"""The invented holdings of the Harbour Ridge demo: securities, call rights and lots, drawn from one fixed seed.

Nothing here is an observation of a real security. A coupon is the Treasury level of the year of issue plus the spread
of that year; a lot is bought near par and carried by effective yield toward the redemption that gives least.
"""

from __future__ import annotations

import bisect
import random
from collections.abc import Mapping
from dataclasses import dataclass, field
from datetime import date, timedelta
from typing import Any

from projector.study.daycounts import months_before

VALUATION = date(2022, 12, 31)

# Approximate year averages of the ten-year Treasury yield, from memory; demo only. [1/year]
TREASURY_LEVEL = {
    2008: 0.0370, 2009: 0.0330, 2010: 0.0320, 2011: 0.0280, 2012: 0.0180, 2013: 0.0235, 2014: 0.0255, 2015: 0.0215,
    2016: 0.0185, 2017: 0.0235, 2018: 0.0290, 2019: 0.0215, 2020: 0.0090, 2021: 0.0145, 2022: 0.0295,
}  # fmt: skip

# Spreads at issue as a multiple of the class spreads at the valuation date: wide in 2008-2009 and 2020. Invented.
SPREAD_MULTIPLE = {
    2008: 1.90, 2009: 1.90, 2010: 1.35, 2011: 1.45, 2012: 1.35, 2013: 1.15, 2014: 1.00, 2015: 1.15, 2016: 1.25,
    2017: 0.95, 2018: 1.05, 2019: 1.05, 2020: 1.50, 2021: 0.85, 2022: 1.10,
}  # fmt: skip

LIVES = (1, 3, 5, 7, 10, 20, 30)
# Class spreads over Treasury at the valuation date by remaining life. Invented; AAA stands for agency paper. [bp]
CLASS_SPREADS = {
    "AAA": (8, 11, 14, 17, 20, 26, 30),
    "AA": (35, 48, 58, 66, 75, 92, 98),
    "A+": (55, 70, 82, 90, 100, 118, 124),
    "A": (65, 82, 95, 105, 115, 133, 140),
    "A-": (75, 94, 108, 118, 130, 148, 155),
    "BBB+": (95, 115, 130, 142, 155, 174, 182),
    "BBB": (115, 138, 155, 168, 182, 202, 212),
    "BBB-": (150, 175, 195, 210, 225, 250, 262),
    "BB+": (210, 240, 265, 280, 300, 330, 340),
    "BB": (265, 300, 325, 345, 365, 395, 405),
}
# Net annual cost of default by rating. Invented. [1/year]
DEFAULT_COST = {
    "AAA": 0.0002, "AA": 0.0004, "A+": 0.0005, "A": 0.0007, "A-": 0.0009, "BBB+": 0.0014, "BBB": 0.0018,
    "BBB-": 0.0028, "BB+": 0.0080, "BB": 0.0120,
}  # fmt: skip

# Invented words; no company of these names is known to the writer.
FIRST_WORDS = (
    *("Abernook", "Brindlemoor", "Calverquist", "Dorrowmere", "Elstowick", "Farrowquay", "Gildermarsh", "Hexlefen"),
    *("Inverquoy", "Jasperholt", "Kelvaston", "Lanternby", "Marrowgate", "Nettlequist", "Oxenmere", "Pellavor"),
    *("Quillmere", "Rookhallow", "Saltquarry", "Tamberlyn", "Umberwick", "Varrowdale", "Wyndlecote", "Yarrowfenn"),
    *("Zephyrholm", "Ashquill", "Bramblecoft", "Corriven", "Dunsparrow", "Emberquay", "Fossilmoor", "Glimmerstow"),
    *("Hollowquist", "Ironwhistle", "Juniperstow", "Kettlemarsh", "Larkenvale", "Mistlequay", "Norrowby", "Otterquill"),
)
SECTOR_WORDS = {
    "government": ("Housing Loan Agency", "Farm Loan Agency", "Export Agency", "Turnpike District", "Water District"),
    "utilities": ("Light and Power", "Water and Gas", "Electric Cooperative"),
    "banks": ("Bancshares", "Savings Group"),
    "energy": ("Pipelines", "Petroleum"),
    "healthcare": ("Medical Devices", "Medicines"),
    "consumer": ("Foods", "Stores"),
    "industrials": ("Machine Works", "Paperboard"),
    "communications": ("Networks", "Broadcasting"),
    "transportation": ("Railroad", "Freight Lines"),
    "real_estate": ("Property Trust", "Warehouse Trust"),
}
BUSINESS_SECTORS = tuple(name for name in SECTOR_WORDS if name not in ("government", "utilities"))
IG_CORPORATE = {"AA": 10, "A+": 12, "A": 18, "A-": 18, "BBB+": 20, "BBB": 18, "BBB-": 6}
EVEN_YEARS = dict.fromkeys(range(2008, 2023), 6.0) | {
    2012: 4.0,
    2018: 10.0,
    2019: 7.0,
    2020: 3.0,
    2021: 5.0,
    2022: 12.0,
}
AGENCY_YEARS = EVEN_YEARS | {2018: 9.0, 2020: 6.0, 2021: 7.0, 2022: 9.0}
TIGHT_YEARS = dict.fromkeys(range(2012, 2023), 6.0) | {2018: 4.0, 2021: 8.0, 2022: 5.0}
UTILITY_YEARS = EVEN_YEARS | {2008: 5.0, 2009: 5.0, 2012: 6.0, 2022: 7.0}


@dataclass(frozen=True)
class Recipe:
    """How many securities of one kind to invent, and from what."""

    code: str  # start of the security id
    asset_class: str
    count: int
    segment: str
    ratings: Mapping[str, float]
    form: str  # which rights, see `rights_of`
    life: tuple[float, float]  # remaining years at the valuation date, from and to
    terms: tuple[int, ...]  # years from issue to maturity
    par: tuple[float, float]  # relative size of the first lot, from and to
    sectors: tuple[str, ...] = BUSINESS_SECTORS
    years: Mapping[int, float] = field(default_factory=lambda: EVEN_YEARS)
    lean: float = 1.0  # above 1 the remaining lives lean to the short end
    extra_bp: float = 0.0  # coupon above that of a bullet, for the issuer's right to call or for scarce trading


DA, PO, GI = "deferred_annuities", "payout", "guaranteed_interest"
GOVERNMENT, UTILITIES = ("government",), ("utilities",)
RECIPES = (
    Recipe("AGY", "agency", 5, DA, {"AAA": 1}, "european",
           (2, 9), (5, 7, 10, 15), (4, 7), GOVERNMENT, AGENCY_YEARS, extra_bp=30),
    Recipe("AGY", "agency", 5, DA, {"AAA": 1}, "bermudan",
           (2, 10), (7, 10, 15, 20), (4, 7), GOVERNMENT, AGENCY_YEARS, extra_bp=40),
    Recipe("AGY", "agency", 4, DA, {"AAA": 1}, "american",
           (3, 10), (7, 10, 15, 20), (4, 7), GOVERNMENT, AGENCY_YEARS, extra_bp=45),
    Recipe("AGY", "agency", 4, GI, {"AAA": 1}, "european",
           (1.4, 5), (5, 7), (3, 5), GOVERNMENT, AGENCY_YEARS, extra_bp=25),
    Recipe("AGZ", "agency", 4, PO, {"AAA": 1}, "zero", (12, 26), (20, 25, 30), (9, 16), GOVERNMENT),
    Recipe("MUN", "municipal", 5, DA, {"AA": 3, "A+": 2}, "american_late",
           (4, 14), (15, 20, 25), (3, 5), GOVERNMENT, UTILITY_YEARS, extra_bp=25),
    Recipe("MUN", "municipal", 4, PO, {"AA": 3, "A+": 2}, "american_late",
           (6, 18), (15, 20, 25, 30), (3, 5), GOVERNMENT, UTILITY_YEARS, extra_bp=25),
    Recipe("UTL", "utility", 10, DA, {"A": 2, "A-": 4, "BBB+": 4}, "declining",
           (3, 13), (15, 20, 25, 30), (4, 7), UTILITIES, UTILITY_YEARS, extra_bp=30),
    Recipe("UTL", "utility", 6, PO, {"A": 2, "A-": 4, "BBB+": 4}, "declining",
           (8, 23), (20, 25, 30), (4, 7), UTILITIES, UTILITY_YEARS, extra_bp=30),
    Recipe("UTL", "utility", 10, DA, {"A": 3, "A-": 4, "BBB+": 3}, "make_whole",
           (1.4, 11), (10, 15, 20), (3, 7), UTILITIES),
    Recipe("UTL", "utility", 10, PO, {"A": 3, "A-": 4, "BBB+": 3}, "make_whole",
           (3, 23), (15, 20, 25, 30), (4, 8), UTILITIES, lean=1.2),
    Recipe("PRV", "private", 11, DA, {"A-": 2, "BBB+": 4, "BBB": 5, "BBB-": 1}, "private",
           (2, 10), (7, 10, 12, 15), (4, 7), years=TIGHT_YEARS, extra_bp=25),
    Recipe("PRV", "private", 8, PO, {"A-": 3, "BBB+": 4, "BBB": 3}, "make_whole_life",
           (2, 18), (10, 15, 20, 25), (4, 7), extra_bp=35),
    Recipe("PRV", "private", 4, GI, {"A-": 3, "BBB+": 4}, "make_whole_life", (1, 6), (5, 7, 10), (3, 5), extra_bp=35),
    Recipe("HYD", "high_yield", 15, DA, {"BB+": 6, "BB": 5}, "high_yield",
           (2.4, 8), (7, 8, 10), (2.2, 4), extra_bp=25,
           years={2014: 4, 2015: 5, 2016: 6, 2017: 6, 2018: 7, 2019: 8, 2020: 4, 2021: 9, 2022: 8}),
    Recipe("CRP", "corporate", 60, DA, IG_CORPORATE, "make_whole",
           (0.4, 10), (3, 5, 7, 10, 12, 15), (3, 8), lean=1.25),
    Recipe("CRP", "corporate", 9, DA, IG_CORPORATE, "none", (0.4, 5), (3, 5, 7, 10), (3, 6)),
    Recipe("CRP", "corporate", 40, PO, IG_CORPORATE, "make_whole", (0.4, 22), (10, 15, 20, 25, 30), (3, 8), lean=1.3),
    Recipe("CRP", "corporate", 36, GI, IG_CORPORATE, "make_whole", (0.4, 6.5), (3, 5, 7, 10), (3, 8), lean=1.15),
    Recipe("CRP", "corporate", 7, GI, IG_CORPORATE, "none", (0.4, 3.5), (3, 5, 7), (3, 6)),
)  # fmt: skip
EXTRA_LOTS = 76

# Issued when spreads were wide, with a make-whole spread above what the market asks today: see README.md.
BELOW_MAKE_WHOLE = 3


@dataclass(frozen=True)
class Right:
    """One row of the call schedule."""

    first: date
    last: date
    style: str
    price: float | None
    make_whole_bp: int | None = None


@dataclass(frozen=True)
class Bond:
    """One invented security with its rights."""

    name: str
    issuer: str
    recipe: Recipe
    sector: str
    rating: str
    coupon: float
    frequency: int
    day_count: str
    month_end: bool
    issue: date
    first_coupon: date | None
    maturity: date
    par_call: date | None
    rights: tuple[Right, ...]
    spread_bp: float  # valuation spread: class spread plus noise


@dataclass(frozen=True)
class Lot:
    """One purchase. book is per 100 of par."""

    name: str
    bond: Bond
    segment: str
    size: float  # relative until scaled, then currency
    book: float
    tax: float


def pick(rng: random.Random, weights: Mapping[Any, float]) -> Any:
    """One key, drawn with its weight."""
    keys = list(weights)
    edges, total = [], 0.0
    for key in keys:
        total += weights[key]
        edges.append(total)
    return keys[min(bisect.bisect_right(edges, rng.random() * total), len(keys) - 1)]


def between(rng: random.Random, low: float, high: float) -> float:
    return low + (high - low) * rng.random()


def years_between(start: date, end: date) -> float:
    """Years of 365.25 days, enough for an invented amortisation."""
    return (end - start).days / 365.25


def class_spread_bp(rating: str, years: float) -> float:
    """Class spread, linear between lives and flat outside. [bp]"""
    spreads = CLASS_SPREADS[rating]
    if years <= LIVES[0]:
        return float(spreads[0])
    for i in range(1, len(LIVES)):
        if years <= LIVES[i]:
            share = (years - LIVES[i - 1]) / (LIVES[i] - LIVES[i - 1])
            return spreads[i - 1] + share * (spreads[i] - spreads[i - 1])
    return float(spreads[-1])


def life_years(maturity: date) -> float:
    """Remaining life in mapped months, as years."""
    return ((maturity.year - VALUATION.year) * 12 + maturity.month - VALUATION.month) / 12.0


def later(day: date, months: int, month_end: bool) -> date:
    return months_before(day, -months, month_end=month_end)


def issue_and_maturity(rng: random.Random, recipe: Recipe, place: float) -> tuple[date, date, bool]:
    """Dates drawn from the years and terms that leave a remaining life at a place of the recipe's range.

    place  0 to 1: the securities of a recipe are spread evenly over its range, so that maturities ladder
    """
    low, high = recipe.life
    target = low + (high - low) * place**recipe.lean
    away = {
        (year, term): abs(year + term + 0.5 - 2023.0 - target)
        for year in recipe.years
        for term in recipe.terms
        if low <= year + term + 0.5 - 2023.0 <= high
    }
    nearest = max(0.5, min(away.values())) + 1e-9
    year, term = pick(rng, {pair: recipe.years[pair[0]] for pair, gap in away.items() if gap <= nearest})
    first = 4 if year + term == 2023 else 1  # at least three months of life left
    month = first + int(rng.random() * ((12 if year == 2022 else 13) - first))
    month = 3 if month == 2 else month  # no 29th of February to explain
    month_end = rng.random() < 0.18
    day = (
        later(date(year, month, 1), 1, False) - timedelta(days=1)
        if month_end
        else date(year, month, pick(rng, {1: 3, 15: 6, 20: 1}))
    )
    return day, later(day, 12 * term, month_end), month_end


def frequency_and_count(rng: random.Random, recipe: Recipe) -> tuple[int, str]:
    """Coupons a year and day count usual for the kind; a few of the rarer ones."""
    if recipe.form == "zero":
        return 0, "30/360"
    if recipe.asset_class == "private":
        return pick(rng, {(2, "30/360"): 6, (4, "30/360"): 3, (4, "ACT/360"): 2, (2, "ACT/ACT.ISDA"): 1})
    if recipe.asset_class == "corporate":
        return pick(rng, {
            (2, "30/360"): 40, (2, "30E/360"): 3, (1, "ACT/ACT.ICMA"): 3, (4, "ACT/365.FIXED"): 1, (12, "30/360"): 1,
            (2, "30E/360.ISDA"): 1,
        })  # fmt: skip
    return pick(rng, {(2, "30/360"): 14, (2, "ACT/ACT.ICMA"): 2, (4, "30/360"): 1})


def coupon_of(recipe: Recipe, rating: str, year: int, term: float) -> float:
    """Treasury level of the year + spread at issue, to the nearest twentieth of a point. [1/year]"""
    if recipe.form == "zero":
        return 0.0
    spread = class_spread_bp(rating, term) * SPREAD_MULTIPLE[year] + recipe.extra_bp
    return round((TREASURY_LEVEL[year] + spread * 1e-4) * 2000.0) / 2000.0


class Issuers:
    """Names in a fixed order; some issuers have two or three securities."""

    def __init__(self, rng: random.Random) -> None:
        self.rng, self.used = rng, 0
        self.given: set[str] = set()
        self.known: dict[tuple[str, str, str], list[str]] = {}

    def name(self, asset_class: str, sector: str, rating: str) -> str:
        mine = self.known.setdefault((asset_class, sector, rating), [])
        if mine and self.rng.random() < 0.45:
            return mine[int(self.rng.random() * len(mine))]
        words = SECTOR_WORDS[sector]
        if sector == "government":  # the first three are agencies, the others districts that tax or charge tolls
            words = words[:3] if asset_class == "agency" else words[3:]
        while True:
            first, turn = FIRST_WORDS[(self.used * 7) % len(FIRST_WORDS)], self.used // len(FIRST_WORDS)
            self.used += 1
            found = f"{first} {words[turn % len(words)]}"
            if found not in self.given:
                break
        self.given.add(found)
        mine.append(found)
        return mine[-1]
####
Please copy, word for word, every line from the first line of the records through the line containing "import random", with both of those lines included and nothing else.

■ Completed exercise
"""The invented holdings of the Harbour Ridge demo: securities, call rights and lots, drawn from one fixed seed.

Nothing here is an observation of a real security. A coupon is the Treasury level of the year of issue plus the spread
of that year; a lot is bought near par and carried by effective yield toward the redemption that gives least.
"""

from __future__ import annotations

import bisect
import random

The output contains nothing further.